_Task brief_. Find every line below with the word "InvalidOperation" in it, and copy each one.

_Dataset records_.
Segment Open

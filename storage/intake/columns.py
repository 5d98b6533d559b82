"""The header of the log file: which column stands where."""

from __future__ import annotations

import csv
from collections.abc import Sequence
from dataclasses import dataclass

from storage.apostrophe import unguarded
from storage.intake.findings import unreadable

REQUIRED = ("episode", "at", "channel", "value", "unit", "by", "note")
OPTIONAL = ("recorded_at", "id", "replaces", "action", "reason", "zone", "leak_definition")
ACCEPTED = ",".join(REQUIRED) + " [," + ",".join(OPTIONAL) + "]"


@dataclass(frozen=True, slots=True)
class Columns:
    """The columns of one file, in its order."""

    names: tuple[str, ...]

    def index(self, name: str) -> int | None:
        """Where a column stands, or None where the file has none of that name."""
        return self.names.index(name) if name in self.names else None

    def row(self, cells: Sequence[str]) -> dict[str, str]:
        """One row by column name, with an empty text for columns the file has not."""
        found = dict.fromkeys((*REQUIRED, *OPTIONAL), "")
        found.update(zip(self.names, (c.strip() for c in cells), strict=True))
        for name in ("episode", "by", "note", "reason"):
            if found[name].startswith("'"):
                found[name] = unguarded(found[name])
        return found


def read_header(line: str) -> Columns:
    """The columns named by the first line.

    Raises:
        UnreadableFileError: `header.*` naming what is missing, unknown or double.
    """
    try:
        cells = next(csv.reader([line], strict=True), [])
    except csv.Error as error:
        raise unreadable(1, line[:80], "header.missing", detail=str(error), accepted=ACCEPTED) from None
    names = tuple(c.strip().lower() for c in cells)
    missing = [n for n in REQUIRED if n not in names]
    if missing:
        key = "header.missing" if len(missing) == len(REQUIRED) else "header.lacks"
        raise unreadable(1, line[:80], key, missing=", ".join(missing), accepted=ACCEPTED)
    unknown = [n for n in names if n not in REQUIRED and n not in OPTIONAL]
    if unknown:
        raise unreadable(1, unknown[0][:80], "header.unknown", accepted=ACCEPTED)
    if len(set(names)) != len(names):
        raise unreadable(1, line[:80], "header.double", accepted=ACCEPTED)
    return Columns(names)
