"""Sampled data of FHIR: many values of one channel at even steps, as device samples."""

from __future__ import annotations

from math import nan

import numpy as np

from core.record.channels import Channel
from core.record.instant import Instant
from core.record.message import refuse
from core.record.samples import Times, Values
from storage.codes import UCUM
from storage.intake.coded_value import unit_name
from storage.intake.device_rows import read_device_value
from storage.intake.fhir_json import Json, child, text
from storage.rules import is_device_channel

_ACCEPTED = "one dimension, origin 0, no factor, a period in ms"


def sampled_points(sampled: Json, channel: Channel, start: Instant) -> tuple[str, Times, Values, int]:
    """Unit, times (int64 us UTC), values in the canonical unit, shapes (n,), and decimals as written.

    `E` (no value could be had) is NaN; `U` and `L` (beyond what can be measured) are refused, since a limit is no
    value.

    Raises:
        RecordError: `sampled.*`, `unit.*`, `value.*`.
    """
    if not is_device_channel(channel.key):
        raise refuse("entry.not_a_device_channel", channel=channel.key, accepted="a numeric device or vital channel")
    origin = child(sampled, "origin")
    plain = text(sampled, "factor") in ("", "1", "1.0") and text(sampled, "dimensions") == "1"
    step = _microseconds(text(sampled, "period"))
    if not plain or step is None or float(text(origin, "value") or "nan") != 0:
        raise refuse("sampled.unreadable", channel=channel.key, accepted=_ACCEPTED)
    is_ucum = text(origin, "system") == UCUM
    code = text(origin, "code") if is_ucum else ""
    if not code and len(channel.units) > 1:
        raise refuse("unit.missing", channel=channel.key, value="", accepted=", ".join(u.name for u in channel.units))
    unit = unit_name(channel, code, is_ucum=is_ucum) if code else channel.unit
    read = [_point(channel, word, unit) for word in text(sampled, "data").split()]
    t = start + step * np.arange(len(read), dtype=np.int64)
    return unit, t, np.array([n for n, _ in read]), max((d for _, d in read), default=0)


def _microseconds(period: str) -> int | None:
    from decimal import Decimal, InvalidOperation

    try:
        step = Decimal(period) * 1000
        return int(step) if step == int(step) and 0 < step < 10**12 else None
    except (InvalidOperation, ValueError, OverflowError):
        return None


def _point(channel: Channel, word: str, unit: str) -> tuple[float, int]:
    if word == "E":
        return nan, 0
    found = read_device_value(channel, word, unit)
    if found is None:
        raise refuse("value.not_a_number", channel=channel.key, value=word[:40], accepted="a number, or E")
    return found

Segment Closed

_The answer_.
    from decimal import Decimal, InvalidOperation
    except (InvalidOperation, ValueError, OverflowError):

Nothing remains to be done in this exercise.